For the records below, print the lines from the line with "longitude: opts.longitude ??" through the line with "shopId: string): Promise<SessionUser" exactly as written; include both end lines and exclude the rest.

## Collected data entries
====

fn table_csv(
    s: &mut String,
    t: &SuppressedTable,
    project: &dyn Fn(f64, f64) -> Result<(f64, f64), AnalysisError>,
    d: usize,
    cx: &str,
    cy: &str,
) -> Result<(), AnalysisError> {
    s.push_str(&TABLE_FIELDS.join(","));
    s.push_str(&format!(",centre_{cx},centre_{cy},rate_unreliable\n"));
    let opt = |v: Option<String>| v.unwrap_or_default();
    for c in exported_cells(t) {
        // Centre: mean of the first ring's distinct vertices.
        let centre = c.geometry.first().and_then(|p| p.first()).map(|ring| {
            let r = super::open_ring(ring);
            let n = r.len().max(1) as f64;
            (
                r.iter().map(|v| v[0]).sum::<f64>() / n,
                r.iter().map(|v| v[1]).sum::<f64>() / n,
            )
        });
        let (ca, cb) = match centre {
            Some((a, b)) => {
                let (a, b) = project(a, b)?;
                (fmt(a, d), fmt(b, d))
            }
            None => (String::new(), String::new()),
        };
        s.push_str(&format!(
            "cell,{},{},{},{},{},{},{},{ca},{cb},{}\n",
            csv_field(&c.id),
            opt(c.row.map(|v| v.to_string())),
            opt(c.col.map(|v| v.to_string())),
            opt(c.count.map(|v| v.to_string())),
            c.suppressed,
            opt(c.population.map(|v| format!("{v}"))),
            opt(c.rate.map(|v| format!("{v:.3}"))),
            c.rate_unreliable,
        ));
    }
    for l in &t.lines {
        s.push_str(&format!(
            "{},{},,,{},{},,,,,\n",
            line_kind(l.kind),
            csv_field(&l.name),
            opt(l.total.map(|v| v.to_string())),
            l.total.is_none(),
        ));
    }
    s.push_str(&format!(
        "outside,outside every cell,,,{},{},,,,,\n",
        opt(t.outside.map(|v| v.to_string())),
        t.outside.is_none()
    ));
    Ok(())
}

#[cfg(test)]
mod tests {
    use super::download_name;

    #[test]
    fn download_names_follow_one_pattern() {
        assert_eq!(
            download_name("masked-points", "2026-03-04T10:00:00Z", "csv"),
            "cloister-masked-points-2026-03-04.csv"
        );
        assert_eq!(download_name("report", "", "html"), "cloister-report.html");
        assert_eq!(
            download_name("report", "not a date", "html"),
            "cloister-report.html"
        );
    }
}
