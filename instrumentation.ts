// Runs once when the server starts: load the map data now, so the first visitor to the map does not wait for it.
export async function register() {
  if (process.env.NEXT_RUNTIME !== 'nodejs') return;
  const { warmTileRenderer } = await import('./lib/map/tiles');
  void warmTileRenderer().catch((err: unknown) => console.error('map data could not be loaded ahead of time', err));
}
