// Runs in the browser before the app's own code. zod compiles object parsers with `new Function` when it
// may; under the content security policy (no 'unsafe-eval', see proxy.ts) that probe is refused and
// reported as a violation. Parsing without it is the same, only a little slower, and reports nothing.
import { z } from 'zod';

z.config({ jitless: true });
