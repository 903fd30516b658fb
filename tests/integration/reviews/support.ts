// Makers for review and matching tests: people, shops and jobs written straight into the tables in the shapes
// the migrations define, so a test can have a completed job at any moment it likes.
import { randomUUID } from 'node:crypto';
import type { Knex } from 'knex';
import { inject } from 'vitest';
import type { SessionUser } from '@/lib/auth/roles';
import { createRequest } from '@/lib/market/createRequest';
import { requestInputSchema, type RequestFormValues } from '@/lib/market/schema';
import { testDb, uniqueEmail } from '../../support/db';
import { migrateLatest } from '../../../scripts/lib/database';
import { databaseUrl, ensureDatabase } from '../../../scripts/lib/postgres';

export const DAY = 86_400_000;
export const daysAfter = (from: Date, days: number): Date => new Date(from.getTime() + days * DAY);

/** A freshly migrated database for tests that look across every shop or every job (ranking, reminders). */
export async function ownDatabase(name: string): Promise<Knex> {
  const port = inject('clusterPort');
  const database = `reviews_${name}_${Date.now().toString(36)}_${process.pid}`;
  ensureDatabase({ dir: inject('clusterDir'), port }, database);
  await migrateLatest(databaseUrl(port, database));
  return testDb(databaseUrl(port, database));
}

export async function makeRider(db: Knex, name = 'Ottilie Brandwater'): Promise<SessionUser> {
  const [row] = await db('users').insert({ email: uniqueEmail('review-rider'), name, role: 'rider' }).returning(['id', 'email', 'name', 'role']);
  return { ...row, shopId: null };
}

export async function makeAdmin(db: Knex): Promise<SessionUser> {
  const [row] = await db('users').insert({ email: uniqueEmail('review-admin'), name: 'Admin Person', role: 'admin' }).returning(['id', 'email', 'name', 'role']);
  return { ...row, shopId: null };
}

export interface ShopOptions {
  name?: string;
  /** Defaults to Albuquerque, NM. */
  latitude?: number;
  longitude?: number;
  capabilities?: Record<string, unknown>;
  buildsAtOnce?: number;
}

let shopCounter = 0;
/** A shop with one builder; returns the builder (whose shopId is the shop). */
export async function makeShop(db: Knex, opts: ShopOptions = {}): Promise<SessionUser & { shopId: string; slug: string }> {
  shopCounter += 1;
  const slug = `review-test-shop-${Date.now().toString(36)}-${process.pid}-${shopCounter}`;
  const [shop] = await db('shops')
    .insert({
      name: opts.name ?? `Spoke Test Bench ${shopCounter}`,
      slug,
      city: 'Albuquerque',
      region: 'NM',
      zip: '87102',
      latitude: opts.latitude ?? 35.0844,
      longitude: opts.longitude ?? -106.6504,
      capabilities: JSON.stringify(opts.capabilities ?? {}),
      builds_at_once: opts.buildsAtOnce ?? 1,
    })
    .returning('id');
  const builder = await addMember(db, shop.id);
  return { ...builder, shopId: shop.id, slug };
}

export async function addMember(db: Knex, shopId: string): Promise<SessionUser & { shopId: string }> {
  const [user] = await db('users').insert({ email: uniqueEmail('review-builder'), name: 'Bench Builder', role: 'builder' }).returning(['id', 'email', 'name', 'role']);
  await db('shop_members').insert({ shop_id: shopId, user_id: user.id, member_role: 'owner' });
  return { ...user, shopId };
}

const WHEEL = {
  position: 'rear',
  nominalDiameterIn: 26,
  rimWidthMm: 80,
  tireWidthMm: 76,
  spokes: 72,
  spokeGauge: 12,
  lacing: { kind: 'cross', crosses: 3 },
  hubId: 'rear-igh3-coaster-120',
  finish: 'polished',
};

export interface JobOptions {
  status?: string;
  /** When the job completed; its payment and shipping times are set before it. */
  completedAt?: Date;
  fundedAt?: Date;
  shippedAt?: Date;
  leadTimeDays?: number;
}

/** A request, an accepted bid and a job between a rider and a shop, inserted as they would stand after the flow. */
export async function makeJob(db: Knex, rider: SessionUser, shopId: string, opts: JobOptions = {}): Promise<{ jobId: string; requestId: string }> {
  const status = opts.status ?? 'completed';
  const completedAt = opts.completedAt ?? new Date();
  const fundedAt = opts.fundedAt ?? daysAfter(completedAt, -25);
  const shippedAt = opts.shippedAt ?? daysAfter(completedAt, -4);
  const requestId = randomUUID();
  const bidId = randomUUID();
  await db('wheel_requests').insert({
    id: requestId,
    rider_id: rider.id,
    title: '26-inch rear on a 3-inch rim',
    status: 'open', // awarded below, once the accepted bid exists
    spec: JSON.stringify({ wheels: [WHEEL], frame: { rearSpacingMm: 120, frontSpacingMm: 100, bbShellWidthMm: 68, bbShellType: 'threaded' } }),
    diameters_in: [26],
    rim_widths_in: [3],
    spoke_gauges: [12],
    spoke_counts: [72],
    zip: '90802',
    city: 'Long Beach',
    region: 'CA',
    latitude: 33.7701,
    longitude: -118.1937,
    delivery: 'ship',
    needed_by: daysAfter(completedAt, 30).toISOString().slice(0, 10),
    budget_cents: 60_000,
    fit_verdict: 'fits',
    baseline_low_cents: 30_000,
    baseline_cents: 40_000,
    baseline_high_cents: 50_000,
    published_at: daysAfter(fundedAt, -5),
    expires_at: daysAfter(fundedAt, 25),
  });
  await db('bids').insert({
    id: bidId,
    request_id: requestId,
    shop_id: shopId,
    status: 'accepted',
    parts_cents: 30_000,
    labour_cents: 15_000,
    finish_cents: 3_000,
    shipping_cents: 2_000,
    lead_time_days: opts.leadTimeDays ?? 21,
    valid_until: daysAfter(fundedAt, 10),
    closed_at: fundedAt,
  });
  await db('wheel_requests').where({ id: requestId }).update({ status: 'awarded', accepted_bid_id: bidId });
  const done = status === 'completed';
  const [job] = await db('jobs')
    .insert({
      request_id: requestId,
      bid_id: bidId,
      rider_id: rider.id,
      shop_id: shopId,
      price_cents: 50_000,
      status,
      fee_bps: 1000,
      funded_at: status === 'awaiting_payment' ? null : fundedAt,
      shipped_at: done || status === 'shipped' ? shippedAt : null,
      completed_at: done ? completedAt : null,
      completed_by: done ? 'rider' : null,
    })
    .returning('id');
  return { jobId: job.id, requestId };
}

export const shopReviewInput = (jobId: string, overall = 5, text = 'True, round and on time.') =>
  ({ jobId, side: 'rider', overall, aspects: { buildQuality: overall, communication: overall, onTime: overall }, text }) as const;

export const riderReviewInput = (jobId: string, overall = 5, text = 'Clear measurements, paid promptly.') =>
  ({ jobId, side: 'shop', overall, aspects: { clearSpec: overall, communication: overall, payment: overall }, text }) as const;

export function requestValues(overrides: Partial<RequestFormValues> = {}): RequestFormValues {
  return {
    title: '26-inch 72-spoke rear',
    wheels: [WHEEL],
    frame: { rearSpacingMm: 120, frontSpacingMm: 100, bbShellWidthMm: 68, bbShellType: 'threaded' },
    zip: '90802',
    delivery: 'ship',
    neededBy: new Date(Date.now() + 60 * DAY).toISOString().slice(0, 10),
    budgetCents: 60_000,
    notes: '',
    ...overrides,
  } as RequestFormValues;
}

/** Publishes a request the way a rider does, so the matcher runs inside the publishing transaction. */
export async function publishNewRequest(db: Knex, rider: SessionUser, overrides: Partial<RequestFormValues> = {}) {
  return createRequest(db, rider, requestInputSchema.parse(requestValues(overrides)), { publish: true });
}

====

## EXPECTED ANSWER
      longitude: opts.longitude ?? -106.6504,
      capabilities: JSON.stringify(opts.capabilities ?? {}),
      builds_at_once: opts.buildsAtOnce ?? 1,
    })
    .returning('id');
  const builder = await addMember(db, shop.id);
  return { ...builder, shopId: shop.id, slug };
}

export async function addMember(db: Knex, shopId: string): Promise<SessionUser & { shopId: string }> {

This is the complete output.